package correlations

// Catalog entries and family lists of the oil correlations (solution gas, saturated Bo, oil
// compressibility). Data ranges are those commonly quoted for each author's original data set;
// most are from memory (see each function's doc comment) and serve only to warn about
// extrapolation.

// rng builds the ranges of one entry; the order of inputs is API, gas gravity, temperature,
// Rsb, Pb.
func rng(api0, api1, gg0, gg1, t0, t1, rs0, rs1, pb0, pb1 float64) []Range {
	return []Range{
		{Input: "API", Unit: "°API", Min: api0, Max: api1},
		{Input: "gas gravity", Unit: "", Min: gg0, Max: gg1},
		{Input: "temperature", Unit: "°F", Min: t0, Max: t1},
		{Input: "Rsb", Unit: "scf/STB", Min: rs0, Max: rs1},
		{Input: "Pb", Unit: "psia", Min: pb0, Max: pb1},
	}
}

// withP appends the range of the pressure p to a copy of r.
func withP(r []Range, p0, p1 float64) []Range {
	return append(append([]Range(nil), r...), Range{Input: "p", Unit: "psia", Min: p0, Max: p1})
}

const (
	refStanding = "M.B. Standing, \"A Pressure-Volume-Temperature Correlation for Mixtures of California Oils and Gases\", Drilling and Production Practice, API (1947), 275–287"
	refVB       = "M. Vasquez and H.D. Beggs, \"Correlations for Fluid Physical Property Prediction\", J. Pet. Tech. 32 (June 1980) 968–970, SPE 6719"
	refGlaso    = "Ø. Glasø, \"Generalized Pressure-Volume-Temperature Correlations\", J. Pet. Tech. 32 (May 1980) 785–795, SPE 8016"
	refMarhoun  = "M.A. Al-Marhoun, \"PVT Correlations for Middle East Crude Oils\", J. Pet. Tech. 40 (May 1988) 650–666, SPE 13718"
	refPF       = "G.E. Petrosky Jr. and F.F. Farshad, \"Pressure-Volume-Temperature Correlations for Gulf of Mexico Crude Oils\", SPE 26644, SPE Annual Technical Conference, Houston (1993)"
	refKS       = "T. Kartoatmodjo and Z. Schmidt, \"Large Data Bank Improves Crude Physical Property Correlations\", Oil & Gas Journal 92 (4 July 1994) 51–55"
	refLasater  = "J.A. Lasater, \"Bubble Point Pressure Correlation\", Trans. AIME 213 (1958) 379–381"
	refVM       = "P.P. Valkó and W.D. McCain Jr., \"Reservoir Oil Bubblepoint Pressures Revisited; Solution Gas–Oil Ratios and Surface Gas Specific Gravities\", J. Pet. Sci. Eng. 37 (2003) 153–169; Rs shape: J. Velarde, T.A. Blasingame and W.D. McCain Jr., \"Correlation of Black Oil Properties at Pressures Below Bubble Point Pressure — A New Approach\", Petroleum Society paper 97-93 (1997)"
	refMH       = "W.D. McCain Jr. and N.C. Hill, \"Correlations for Liquid Densities and Evolved Gas Specific Gravities for Black Oils During Pressure Depletion\", SPE 30773 (1995); method of W.D. McCain Jr., The Properties of Petroleum Fluids, 2nd ed., PennWell (1990)"
	refSVM      = "J.P. Spivey, P.P. Valkó and W.D. McCain, \"Applications of the Coefficient of Isothermal Compressibility to Various Reservoir Situations With New Correlations for Each Situation\", SPE Res. Eval. & Eng. 10 (Feb. 2007) 43–49, SPE 96415"
	refMRV      = "W.D. McCain Jr., J.B. Rollins and A.J. Villena Lanzi, \"The Coefficient of Isothermal Compressibility of Black Oils at Pressures Below the Bubblepoint\", SPE Formation Evaluation 3 (Sept. 1988) 659–662, SPE 15664"

	convVB = "first-stage separator gas gravity normalised to a 100 psig (114.7 psia) separator: γgs = γg·[1 + 5.912e−5·API·Tsep·log10(psep/114.7)], Tsep in °F; unknown separator conditions are taken as 114.7 psia and 60 °F (no correction); coefficient sets for API ≤ 30 and API > 30"
	convKS = "first-stage separator gas gravity normalised to a 100 psig separator: γg100 = γg·[1 + 0.1595·API^0.4078·Tsep^−0.2466·log10(psep/114.7)], Tsep in °F; unknown separator conditions are taken as 114.7 psia and 60 °F; coefficient sets for API ≤ 30 and API > 30"
)

var (
	rangesStanding = rng(16.5, 63.8, 0.59, 0.95, 100, 258, 20, 1425, 130, 7000)
	rangesVB       = rng(16, 58, 0.56, 1.18, 70, 295, 20, 2070, 50, 5250)
	rangesGlaso    = rng(22.3, 48.1, 0.650, 1.276, 80, 280, 90, 2637, 165, 7142)
	rangesMarhoun  = rng(19.4, 44.6, 0.752, 1.367, 74, 240, 26, 1602, 130, 3573)
	rangesPF       = rng(16.3, 45, 0.578, 0.852, 114, 288, 217, 1406, 1574, 6523)
	rangesKS       = rng(14.4, 58.9, 0.379, 1.709, 75, 320, 0, 2890, 14.7, 6055)
	rangesLasater  = rng(17.9, 51.1, 0.574, 1.223, 82, 272, 3, 2905, 48, 5780)
	rangesVM       = rng(6, 63.7, 0.555, 1.685, 74, 342, 10, 2216, 32, 6700)
	// The original data ranges of McCain and Hill (1995) and of Spivey, Valkó and McCain (2007)
	// could not be checked; the Valkó–McCain (2003) bubble-point data set, from the same
	// laboratory data base, stands in for them (said in each Convention).
	rangesMH  = rangesVM
	rangesSVM = rangesVM
	rangesMRV = rng(18, 52, 0.58, 1.20, 78, 330, 15, 1947, 763, 5300)
)

func oilEntries() []Entry {
	return []Entry{
		// Solution gas: Pb(Rsb) and its exact inverse Rs(p).
		{ID: "standing", Property: SolutionGas, Gravity: TotalGas, Authors: "Standing", Year: 1947, Reference: refStanding, Ranges: rangesStanding,
			Convention: "published as Pb(Rsb); Rs(p) is its closed-form inverse"},
		{ID: "vasquez-beggs", Property: SolutionGas, Gravity: FirstStageGas, Authors: "Vasquez and Beggs", Year: 1980, Reference: refVB, Ranges: rangesVB,
			Convention: "published as Rs(p); Pb is its closed-form inverse; " + convVB},
		{ID: "glaso", Property: SolutionGas, Gravity: TotalGas, Authors: "Glasø", Year: 1980, Reference: refGlaso, Ranges: rangesGlaso,
			Convention: "published as Pb(Rsb) (log-quadratic, paraffinicity exponent 0.989, no non-hydrocarbon correction); Rs(p) is its closed-form inverse on the rising branch"},
		{ID: "al-marhoun", Property: SolutionGas, Gravity: TotalGas, Authors: "Al-Marhoun", Year: 1988, Reference: refMarhoun, Ranges: rangesMarhoun,
			Convention: "published as Pb(Rsb); Rs(p) is its closed-form inverse; temperature in °R inside the correlation"},
		{ID: "petrosky-farshad", Property: SolutionGas, Gravity: TotalGas, Authors: "Petrosky and Farshad", Year: 1993, Reference: refPF, Ranges: rangesPF,
			Convention: "published as Pb(Rsb); Rs(p) is its closed-form inverse"},
		{ID: "kartoatmodjo-schmidt", Property: SolutionGas, Gravity: FirstStageGas, Authors: "Kartoatmodjo and Schmidt", Year: 1994, Reference: refKS, Ranges: rangesKS,
			Convention: "published as Rs(p); Pb is its closed-form inverse; " + convKS},
		{ID: "lasater", Property: SolutionGas, Gravity: TotalGas, Authors: "Lasater", Year: 1958, Reference: refLasater, Ranges: rangesLasater,
			Convention: "published as a chart of Pb·γg/T against gas mole fraction; common curve fits used, Rs(p) inverts them in closed form; stock-tank oil molecular weight from the API chart fit"},
		{ID: "valko-mccain", Property: SolutionGas, Gravity: SeparatorGas, Authors: "Valkó and McCain", Year: 2003, Reference: refVM, Ranges: rangesVM,
			Convention: "published as Pb(Rsb); below Pb the published companion, Velarde, Blasingame and McCain's Rs(p; Pb, Rsb), drawn through the Valkó–McCain Pb of the oil's Rsb, with Pb(Rs) its numerical inverse (Brent); both take the separator gas gravity (every stage ahead of the stock tank)"},

		// Saturated oil formation volume factor.
		{ID: "standing", Property: OilFVF, Gravity: TotalGas, Authors: "Standing", Year: 1947, Reference: refStanding, Ranges: rangesStanding,
			Convention: "original form 0.9759 + 1.2e−4·F^1.2"},
		{ID: "vasquez-beggs", Property: OilFVF, Gravity: FirstStageGas, Authors: "Vasquez and Beggs", Year: 1980, Reference: refVB, Ranges: rangesVB, Convention: convVB},
		{ID: "glaso", Property: OilFVF, Gravity: TotalGas, Authors: "Glasø", Year: 1980, Reference: refGlaso, Ranges: rangesGlaso},
		{ID: "al-marhoun", Property: OilFVF, Gravity: TotalGas, Authors: "Al-Marhoun", Year: 1988, Reference: refMarhoun, Ranges: rangesMarhoun,
			Convention: "temperature in °R inside the correlation"},
		{ID: "petrosky-farshad", Property: OilFVF, Gravity: TotalGas, Authors: "Petrosky and Farshad", Year: 1993, Reference: refPF, Ranges: rangesPF},
		{ID: "kartoatmodjo-schmidt", Property: OilFVF, Gravity: FirstStageGas, Authors: "Kartoatmodjo and Schmidt", Year: 1994, Reference: refKS, Ranges: rangesKS, Convention: convKS},
		{ID: "mccain-density", Property: OilFVF, Gravity: TotalGas, Authors: "McCain and Hill", Year: 1995, Reference: refMH, Ranges: rangesMH,
			Convention: "Bo = (62.37·γo + 0.01357·Rs·γg)/ρo with ρo from the pseudo-liquid density iteration and pressure and temperature corrections; uses the pressure; gas gravity taken as the separator gas; ranges are those of the Valkó–McCain (2003) data set, standing in for the unverified original ones"},

		// Oil compressibility.
		{ID: "vasquez-beggs", Property: Compressibility, Gravity: FirstStageGas, Authors: "Vasquez and Beggs", Year: 1980, Reference: refVB,
			Ranges: withP(rngCo(9.3, 58.9, 0.511, 1.351, 74, 320, 9.3, 2199), 126, 9500), Convention: "instantaneous co = A/p; " + convVB},
		{ID: "petrosky-farshad", Property: Compressibility, Gravity: TotalGas, Authors: "Petrosky and Farshad", Year: 1993, Reference: refPF,
			Ranges: withP(rangesPF, 1700, 10692), Convention: "instantaneous co, a power law in p"},
		{ID: "spivey-valko-mccain", Property: Compressibility, Gravity: SeparatorGas, Authors: "Spivey, Valkó and McCain", Year: 2007, Reference: refSVM,
			Ranges:     withP(rangesSVM, 100, 10000),
			Convention: "the correlation gives the average co from Pb to p (Bo = Bob·exp[−c̄o·(p − Pb)]); Co is the instantaneous value derived from it; ranges are those of the Valkó–McCain (2003) data set, standing in for the unverified original ones"},
		{ID: "mccain-rollins-villena", Property: CoBelowPb, Authors: "McCain, Rollins and Villena", Year: 1988, Reference: refMRV,
			Ranges:     withP(rangesMRV, 500, 5300),
			Convention: "co below the bubble point (p ≤ Pb), including liberated gas; temperature in °R; no relative volume above Pb"},
	}
}

// rngCo is rng without the Pb range, for entries whose data set is not described by Pb.
func rngCo(api0, api1, gg0, gg1, t0, t1, rs0, rs1 float64) []Range {
	return rng(api0, api1, gg0, gg1, t0, t1, rs0, rs1, 0, 0)[:4]
}

var (
	solutionGasFamilies = []SolutionGasFamily{
		{ID: "standing", BubblePoint: StandingBubblePoint, SolutionGOR: StandingSolutionGOR,
			Coefficients: StandingCoefficients, BubblePointWith: StandingBubblePointWith, SolutionGORWith: StandingSolutionGORWith},
		{ID: "vasquez-beggs", BubblePoint: VasquezBeggsBubblePoint, SolutionGOR: VasquezBeggsSolutionGOR,
			Coefficients: VasquezBeggsCoefficients, BubblePointWith: VasquezBeggsBubblePointWith, SolutionGORWith: VasquezBeggsSolutionGORWith},
		{ID: "glaso", BubblePoint: GlasoBubblePoint, SolutionGOR: GlasoSolutionGOR,
			Coefficients: GlasoCoefficients, BubblePointWith: GlasoBubblePointWith, SolutionGORWith: GlasoSolutionGORWith},
		{ID: "al-marhoun", BubblePoint: AlMarhounBubblePoint, SolutionGOR: AlMarhounSolutionGOR,
			Coefficients: AlMarhounCoefficients, BubblePointWith: AlMarhounBubblePointWith, SolutionGORWith: AlMarhounSolutionGORWith},
		{ID: "petrosky-farshad", BubblePoint: PetroskyFarshadBubblePoint, SolutionGOR: PetroskyFarshadSolutionGOR,
			Coefficients: PetroskyFarshadCoefficients, BubblePointWith: PetroskyFarshadBubblePointWith, SolutionGORWith: PetroskyFarshadSolutionGORWith},
		{ID: "kartoatmodjo-schmidt", BubblePoint: KartoatmodjoSchmidtBubblePoint, SolutionGOR: KartoatmodjoSchmidtSolutionGOR,
			Coefficients: KartoatmodjoSchmidtCoefficients, BubblePointWith: KartoatmodjoSchmidtBubblePointWith, SolutionGORWith: KartoatmodjoSchmidtSolutionGORWith},
		{ID: "lasater", BubblePoint: LasaterBubblePoint, SolutionGOR: LasaterSolutionGOR},
		{ID: "valko-mccain", BubblePoint: ValkoMcCainPairBubblePoint, SolutionGOR: ValkoMcCainPairSolutionGOR,
			Coefficients: VelardeCoefficients, BubblePointWith: ValkoMcCainPairBubblePointWith, SolutionGORWith: ValkoMcCainPairSolutionGORWith},
	}

	oilFVFFamilies = []OilFVFFamily{
		{ID: "standing", FVF: StandingOilFVF, Coefficients: StandingFVFCoefficients, FVFWith: StandingOilFVFWith},
		{ID: "vasquez-beggs", FVF: VasquezBeggsOilFVF},
		{ID: "glaso", FVF: GlasoOilFVF, Coefficients: GlasoFVFCoefficients, FVFWith: GlasoOilFVFWith},
		{ID: "al-marhoun", FVF: AlMarhounOilFVF, Coefficients: AlMarhounFVFCoefficients, FVFWith: AlMarhounOilFVFWith},
		{ID: "petrosky-farshad", FVF: PetroskyFarshadOilFVF, Coefficients: PetroskyFarshadFVFCoefficients, FVFWith: PetroskyFarshadOilFVFWith},
		{ID: "kartoatmodjo-schmidt", FVF: KartoatmodjoSchmidtOilFVF, Coefficients: KartoatmodjoSchmidtFVFCoefficients, FVFWith: KartoatmodjoSchmidtOilFVFWith},
		{ID: "mccain-density", FVF: McCainOilFVF},
	}

	// compressibilityFamilies holds the undersaturated families and, last, the below-Pb
	// family mccain-rollins-villena (its id is unique across both properties).
	compressibilityFamilies = []CompressibilityFamily{
		{ID: "vasquez-beggs", Co: VasquezBeggsCo, RelativeVolume: VasquezBeggsRelativeVolume},
		{ID: "petrosky-farshad", Co: PetroskyFarshadCo, RelativeVolume: PetroskyFarshadRelativeVolume},
		{ID: "spivey-valko-mccain", Co: SpiveyCo, RelativeVolume: SpiveyRelativeVolume},
		{ID: "mccain-rollins-villena", Co: McCainRollinsVillenaCo, RelativeVolume: McCainRollinsVillenaRelativeVolume},
	}
)
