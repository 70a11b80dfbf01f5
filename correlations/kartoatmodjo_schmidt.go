package correlations

import "math"

// Kartoatmodjo and Schmidt (1994): T. Kartoatmodjo and Z. Schmidt, "Large Data Bank Improves
// Crude Physical Property Correlations", Oil & Gas Journal 92 (4 July 1994) 51–55. 740 oils
// (5,392 points) from Indonesia, North and South America and the Middle East: Pb 14.7–6,055
// psia, T 75–320 °F, Rsb 0–2,890 scf/STB, 14.4–58.9 °API, γg 0.379–1.709 (from memory).
//
// The correlations use their own separator-gas normalisation to 100 psig:
//
//	γg100 = γg·[1 + 0.1595 · API^0.4078 · Tsep^−0.2466 · log10(psep/114.7)],
//
// psep psia, Tsep °F (> 0). Unknown separator conditions default to 114.7 psia and 60 °F.

type ksCoef struct{ c1, c2, c3, c4 float64 }

var (
	ksHeavy = ksCoef{c1: 0.05958, c2: 0.7972, c3: 13.1405, c4: 0.9986} // API ≤ 30
	ksLight = ksCoef{c1: 0.03150, c2: 0.7587, c3: 11.2895, c4: 0.9143} // API > 30
)

func ksGasGravity(o Oil) (float64, error) {
	psep, tsep := sepConditions(o)
	if !(tsep > 0) {
		return 0, inputError("separator temperature", tsep, "> 0 °F for the Kartoatmodjo–Schmidt normalisation")
	}
	if psep == defaultSepPressure {
		return o.firstStageGasGravity(), nil // log10(1) = 0: no correction
	}
	g := o.firstStageGasGravity() * (1 + 0.1595*math.Exp(0.4078*math.Log(o.API)-0.2466*math.Log(tsep))*math.Log10(psep/114.7))
	if !(g > 0) {
		return 0, inputError("separator pressure", psep, "a value for which the normalised gas gravity stays > 0")
	}
	return g, nil
}

// ksLogRsFactor returns ln K in Rs = K·p^(1/C4): K = C1 · γg100^C2 · 10^(C3·API/(T + 459.67)).
// Working with ln K saves an exponential and a logarithm on the hot path.
func ksLogRsFactor(o Oil, cf []float64) (lnK float64, c4 float64, err error) {
	g, err := ksGasGravity(o)
	if err != nil {
		return 0, 0, err
	}
	c := ksLight
	c.c4, c.c1 = cf[1], cf[3]
	if o.API <= 30 {
		c = ksHeavy
		c.c4, c.c1 = cf[0], cf[2]
	}
	return math.Log(c.c1) + c.c2*math.Log(g) + math.Ln10*c.c3*o.API/(o.Temperature+rankine), c.c4, nil
}

// KartoatmodjoSchmidtCoefficients are the constants of the Kartoatmodjo–Schmidt solution-gas
// pair that a refit may change, both sets (the oil's API picks one): Rs = C1·γg100^C2·p^(1/C4)·
// 10^(C3·API/(T + 459.67)).
var KartoatmodjoSchmidtCoefficients = []Coefficient{
	{ID: "c4_heavy", Value: ksHeavy.c4, Role: "C4 = 0.9986, 1/C4 the exponent of p (API ≤ 30)"},
	{ID: "c4_light", Value: ksLight.c4, Role: "C4 = 0.9143, 1/C4 the exponent of p (API > 30)"},
	{ID: "c1_heavy", Value: ksHeavy.c1, Role: "C1 = 0.05958 (API ≤ 30)"},
	{ID: "c1_light", Value: ksLight.c1, Role: "C1 = 0.03150 (API > 30)"},
}

var ksPublished = [4]float64{ksHeavy.c4, ksLight.c4, ksHeavy.c1, ksLight.c1}

// KartoatmodjoSchmidtSolutionGOR returns the solution GOR (scf/STB) at p psia, Kartoatmodjo
// and Schmidt (1994), the published direction:
//
//	Rs = C1 · γg100^C2 · p^(1/C4) · 10^(C3·API/(T + 459.67)),
//
// C1..C4 = 0.05958, 0.7972, 13.1405, 0.9986 for API ≤ 30 and 0.03150, 0.7587, 11.2895,
// 0.9143 above, T °F.
func KartoatmodjoSchmidtSolutionGOR(p float64, o Oil) (float64, error) {
	return KartoatmodjoSchmidtSolutionGORWith(p, o, ksPublished[:])
}

// KartoatmodjoSchmidtSolutionGORWith is KartoatmodjoSchmidtSolutionGOR with the coefficients c
// (KartoatmodjoSchmidtCoefficients order).
func KartoatmodjoSchmidtSolutionGORWith(p float64, o Oil, c []float64) (float64, error) {
	if err := checkOil(o); err != nil {
		return 0, err
	}
	if err := checkPressure("p", p); err != nil {
		return 0, err
	}
	if err := checkCoefficients(c, 4); err != nil {
		return 0, err
	}
	lnK, c4, err := ksLogRsFactor(o, c)
	if err != nil {
		return 0, err
	}
	return finite(math.Exp(lnK + math.Log(p)/c4))
}

// KartoatmodjoSchmidtBubblePoint returns the bubble-point pressure (psia), the closed-form
// inverse published with it: Pb = [Rsb / (C1 · γg100^C2 · 10^(C3·API/(T + 459.67)))]^C4.
func KartoatmodjoSchmidtBubblePoint(rsb float64, o Oil) (float64, error) {
	return KartoatmodjoSchmidtBubblePointWith(rsb, o, ksPublished[:])
}

// KartoatmodjoSchmidtBubblePointWith is KartoatmodjoSchmidtBubblePoint with the coefficients c
// (KartoatmodjoSchmidtCoefficients order).
func KartoatmodjoSchmidtBubblePointWith(rsb float64, o Oil, c []float64) (float64, error) {
	if err := checkOil(o); err != nil {
		return 0, err
	}
	if err := checkGOR("Rsb", rsb); err != nil {
		return 0, err
	}
	if err := checkCoefficients(c, 4); err != nil {
		return 0, err
	}
	lnK, c4, err := ksLogRsFactor(o, c)
	if err != nil {
		return 0, err
	}
	return finite(math.Exp(c4 * (math.Log(rsb) - lnK)))
}

// KartoatmodjoSchmidtOilFVF returns the saturated oil formation volume factor (rb/STB),
// Kartoatmodjo and Schmidt (1994):
//
//	Bo = 0.98496 + 1e−4·F^1.5,  F = Rs^0.755 · γg100^0.25 · γo^−1.5 + 0.45·T,
//
// T °F. p is not used.
func KartoatmodjoSchmidtOilFVF(p, rs float64, o Oil) (float64, error) {
	return KartoatmodjoSchmidtOilFVFWith(p, rs, o, ksFVFPublished[:])
}

// KartoatmodjoSchmidtFVFCoefficients are the constants of the Kartoatmodjo–Schmidt Bo that a
// refit may change: Bo = a + b·F^n, F = Rs^e·γg100^0.25·γo^−1.5 + t·T.
var KartoatmodjoSchmidtFVFCoefficients = []Coefficient{
	{ID: "n", Value: 1.5, Role: "1.5, the exponent of F"},
	{ID: "t", Value: 0.45, Role: "0.45, the factor of T in F"},
	{ID: "e", Value: 0.755, Role: "0.755, the exponent of Rs in F"},
	{ID: "a", Value: 0.98496, Role: "0.98496"},
	{ID: "b", Value: 1e-4, Role: "1e−4"},
}

var ksFVFPublished = [5]float64{1.5, 0.45, 0.755, 0.98496, 1e-4}

// KartoatmodjoSchmidtOilFVFWith is KartoatmodjoSchmidtOilFVF with the coefficients c
// (KartoatmodjoSchmidtFVFCoefficients order).
func KartoatmodjoSchmidtOilFVFWith(p, rs float64, o Oil, c []float64) (float64, error) {
	if err := checkOil(o); err != nil {
		return 0, err
	}
	if err := checkGOR("Rs", rs); err != nil {
		return 0, err
	}
	if err := checkCoefficients(c, 5); err != nil {
		return 0, err
	}
	g, err := ksGasGravity(o)
	if err != nil {
		return 0, err
	}
	f := math.Exp(c[2]*math.Log(rs)+0.25*math.Log(g)-1.5*math.Log(o.OilGravity())) + c[1]*o.Temperature
	if !(f > 0) {
		return 0, inputError("temperature", o.Temperature, "high enough for a positive Kartoatmodjo–Schmidt correlating number")
	}
	if c[0] == 1.5 {
		return finite(c[3] + c[4]*f*math.Sqrt(f))
	}
	return finite(c[3] + c[4]*pow(f, c[0]))
}
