package correlations

import (
	"fmt"
	"math"
)

// Gas-gravity domain accepted by the pseudo-critical correlations. Outside it the quadratic
// fits stop describing any natural gas (Sutton's ppc even turns negative near γg = 5).
const (
	minGasGravity = 0.3
	maxGasGravity = 3.0
)

func checkGasGravity(g float64) error {
	if !(g >= minGasGravity && g <= maxGasGravity) { // also catches NaN
		return inputError("gas gravity", g, fmt.Sprintf("%g ≤ γg ≤ %g", minGasGravity, maxGasGravity))
	}
	return nil
}

// SuttonCritical returns the pseudo-critical pressure (psia) and temperature (°R) of a
// hydrocarbon gas from its gravity γg (air = 1), after Sutton, R.P. (1985), "Compressibility
// Factors for High-Molecular-Weight Reservoir Gases", SPE 14265:
//
//	ppc = 756.8 − 131.07·γg − 3.6·γg²
//	Tpc = 169.2 + 349.5·γg − 74.0·γg²
//
// Fitted to 264 gas samples with 0.57 < γg < 1.68. For gases with H2S or CO2 apply
// WichertAziz to the result.
func SuttonCritical(gasGravity float64) (ppc, tpc float64, err error) {
	if err := checkGasGravity(gasGravity); err != nil {
		return 0, 0, err
	}
	g := gasGravity
	ppc = 756.8 - 131.07*g - 3.6*g*g
	tpc = 169.2 + 349.5*g - 74.0*g*g
	return ppc, tpc, nil
}

// StandingCritical returns the pseudo-critical pressure (psia) and temperature (°R) from
// the gas gravity γg with Standing's fit for natural-gas (dry-gas) systems, Standing, M.B.
// (1977), Volumetric and Phase Behavior of Oil Field Hydrocarbon Systems, SPE, pp. 125–126:
//
//	ppc = 677 + 15.0·γg − 37.5·γg²
//	Tpc = 168 + 325·γg − 12.5·γg²
//
// Standing also gave a second curve for gas-condensate (wet) gases; it is not used here.
// The curves smooth the low-molecular-weight California natural gases of Brown et al.
func StandingCritical(gasGravity float64) (ppc, tpc float64, err error) {
	if err := checkGasGravity(gasGravity); err != nil {
		return 0, 0, err
	}
	g := gasGravity
	ppc = 677 + 15.0*g - 37.5*g*g
	tpc = 168 + 325*g - 12.5*g*g
	return ppc, tpc, nil
}

// WichertAziz corrects sweet-gas pseudo-criticals ppc (psia) and tpc (°R) for H2S and CO2,
// after Wichert, E. and Aziz, K. (1972), "Calculate Z's for Sour Gases", Hydrocarbon
// Processing 51 (5): 119–122. With A = yH2S + yCO2 and B = yH2S (mole fractions):
//
//	ε    = 120·(A^0.9 − A^1.6) + 15·(B^0.5 − B^4)        (°R)
//	T'pc = Tpc − ε
//	p'pc = ppc·T'pc / (Tpc + B·(1 − B)·ε)
//
// Average absolute error 0.97 % over 154–7,026 psia and 40–300 °F, for CO2 < 54.4 % and
// H2S < 73.8 % (mole).
func WichertAziz(ppc, tpc, yH2S, yCO2 float64) (ppcAdj, tpcAdj float64, err error) {
	switch {
	case !(ppc > 0) || math.IsInf(ppc, 0):
		return 0, 0, inputError("ppc", ppc, "a positive pressure in psia")
	case !(tpc > 0) || math.IsInf(tpc, 0):
		return 0, 0, inputError("tpc", tpc, "a positive temperature in °R")
	case !(yH2S >= 0 && yH2S <= 1):
		return 0, 0, inputError("H2S mole fraction", yH2S, "0 ≤ y ≤ 1 (a fraction, not a percentage)")
	case !(yCO2 >= 0 && yCO2 <= 1):
		return 0, 0, inputError("CO2 mole fraction", yCO2, "0 ≤ y ≤ 1 (a fraction, not a percentage)")
	case yH2S+yCO2 > 1:
		return 0, 0, inputError("H2S + CO2 mole fraction", yH2S+yCO2, "at most 1")
	}
	a := yH2S + yCO2
	b := yH2S
	if a == 0 {
		return ppc, tpc, nil
	}
	eps := 120*(math.Pow(a, 0.9)-math.Pow(a, 1.6)) + 15*(math.Sqrt(b)-b*b*b*b)
	tpcAdj = tpc - eps
	if !(tpcAdj > 0) {
		return 0, 0, inputError("tpc", tpc, fmt.Sprintf("above the sour correction ε = %.4g °R", eps))
	}
	ppcAdj = ppc * tpcAdj / (tpc + b*(1-b)*eps)
	if ppcAdj, err = finite(ppcAdj); err != nil {
		return 0, 0, err
	}
	return ppcAdj, tpcAdj, nil
}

○ ○ ○ ○ ○

Would you retype the lines above from the one with "func KartoatmodjoSchmidtBubblePoint(rsb float64, o" down to the one with "the factor of", word for word, both ends included and no other lines?

func KartoatmodjoSchmidtBubblePoint(rsb float64, o Oil) (float64, error) {
	return KartoatmodjoSchmidtBubblePointWith(rsb, o, ksPublished[:])
}

// KartoatmodjoSchmidtBubblePointWith is KartoatmodjoSchmidtBubblePoint with the coefficients c
// (KartoatmodjoSchmidtCoefficients order).
func KartoatmodjoSchmidtBubblePointWith(rsb float64, o Oil, c []float64) (float64, error) {
	if err := checkOil(o); err != nil {
		return 0, err
	}
	if err := checkGOR("Rsb", rsb); err != nil {
		return 0, err
	}
	if err := checkCoefficients(c, 4); err != nil {
		return 0, err
	}
	lnK, c4, err := ksLogRsFactor(o, c)
	if err != nil {
		return 0, err
	}
	return finite(math.Exp(c4 * (math.Log(rsb) - lnK)))
}

// KartoatmodjoSchmidtOilFVF returns the saturated oil formation volume factor (rb/STB),
// Kartoatmodjo and Schmidt (1994):
//
//	Bo = 0.98496 + 1e−4·F^1.5,  F = Rs^0.755 · γg100^0.25 · γo^−1.5 + 0.45·T,
//
// T °F. p is not used.
func KartoatmodjoSchmidtOilFVF(p, rs float64, o Oil) (float64, error) {
	return KartoatmodjoSchmidtOilFVFWith(p, rs, o, ksFVFPublished[:])
}

// KartoatmodjoSchmidtFVFCoefficients are the constants of the Kartoatmodjo–Schmidt Bo that a
// refit may change: Bo = a + b·F^n, F = Rs^e·γg100^0.25·γo^−1.5 + t·T.
var KartoatmodjoSchmidtFVFCoefficients = []Coefficient{
	{ID: "n", Value: 1.5, Role: "1.5, the exponent of F"},
	{ID: "t", Value: 0.45, Role: "0.45, the factor of T in F"},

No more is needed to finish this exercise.